EXERCISE:
Find how many lines of the listing include the string "export", and report only that figure.

___ RECORD EXTRACTS

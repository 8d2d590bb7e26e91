// Two connected pseudo-terminals from socat ("socat -d -d pty,raw,echo=0 pty,raw,echo=0"): a real tty on
// each end, so the serial transport runs through the operating system's serial path as with a USB adapter.
import { spawn, type ChildProcess } from 'node:child_process';
import { SerialPort } from 'serialport';

export interface PtyPair {
  /** The end the transport under test opens. */
  near: string;
  /** The end the responder opens. */
  far: string;
  socat: ChildProcess;
  stop(): Promise<void>;
}

export function startPtyPair(): Promise<PtyPair> {
  const socat = spawn('socat', ['-d', '-d', 'pty,raw,echo=0', 'pty,raw,echo=0'], { stdio: ['ignore', 'ignore', 'pipe'] });
  let log = '';
  return new Promise((resolve, reject) => {
    const fail = (why: string) => reject(new Error(`socat did not start: ${why}\n${log}`));
    const early = (code: number | null) => fail(`exited with ${code}`);
    socat.once('error', (e) => fail(e.message));
    socat.once('exit', early);
    socat.stderr!.on('data', (chunk: Buffer) => {
      log += chunk.toString();
      // socat logs "N PTY is /dev/pts/3" for each end, then "starting data transfer loop".
      const paths = [...log.matchAll(/PTY is (\/dev\/pts\/\d+)/g)].map((m) => m[1]);
      if (paths.length === 2 && /starting data transfer loop/.test(log)) {
        socat.removeListener('exit', early);
        resolve({
          near: paths[0],
          far: paths[1],
          socat,
          stop: () =>
            new Promise((done) => {
              if (socat.exitCode !== null || socat.signalCode !== null) return done();
              socat.once('exit', () => done());
              socat.kill('SIGTERM');
            }),
        });
      }
    });
  });
}

export type Reply = (line: string) => string | Uint8Array | undefined;

/** A tiny instrument on the far end: reads lines ending in LF (a CR before it is kept off), replies. */
export async function startResponder(path: string, reply: Reply): Promise<{ port: SerialPort; heard: string[]; close(): Promise<void> }> {
  const port = new SerialPort({ path, baudRate: 115200, autoOpen: false });
  await new Promise<void>((resolve, reject) => port.open((e) => (e ? reject(e) : resolve())));
  const heard: string[] = [];
  let buffer = '';
  port.on('error', () => undefined);
  port.on('data', (chunk: Buffer) => {
    buffer += chunk.toString('latin1');
    let at: number;
    while ((at = buffer.indexOf('\n')) >= 0) {
      const raw = buffer.slice(0, at);
      buffer = buffer.slice(at + 1);
      heard.push(raw);
      const answer = reply(raw.replace(/\r$/, ''));
      if (answer !== undefined) port.write(typeof answer === 'string' ? Buffer.from(answer, 'latin1') : Buffer.from(answer));
    }
  });
  return {
    port,
    heard,
    close: () => new Promise((resolve) => (port.isOpen ? port.close(() => resolve()) : resolve())),
  };
}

______

YOUR SOLUTION:
4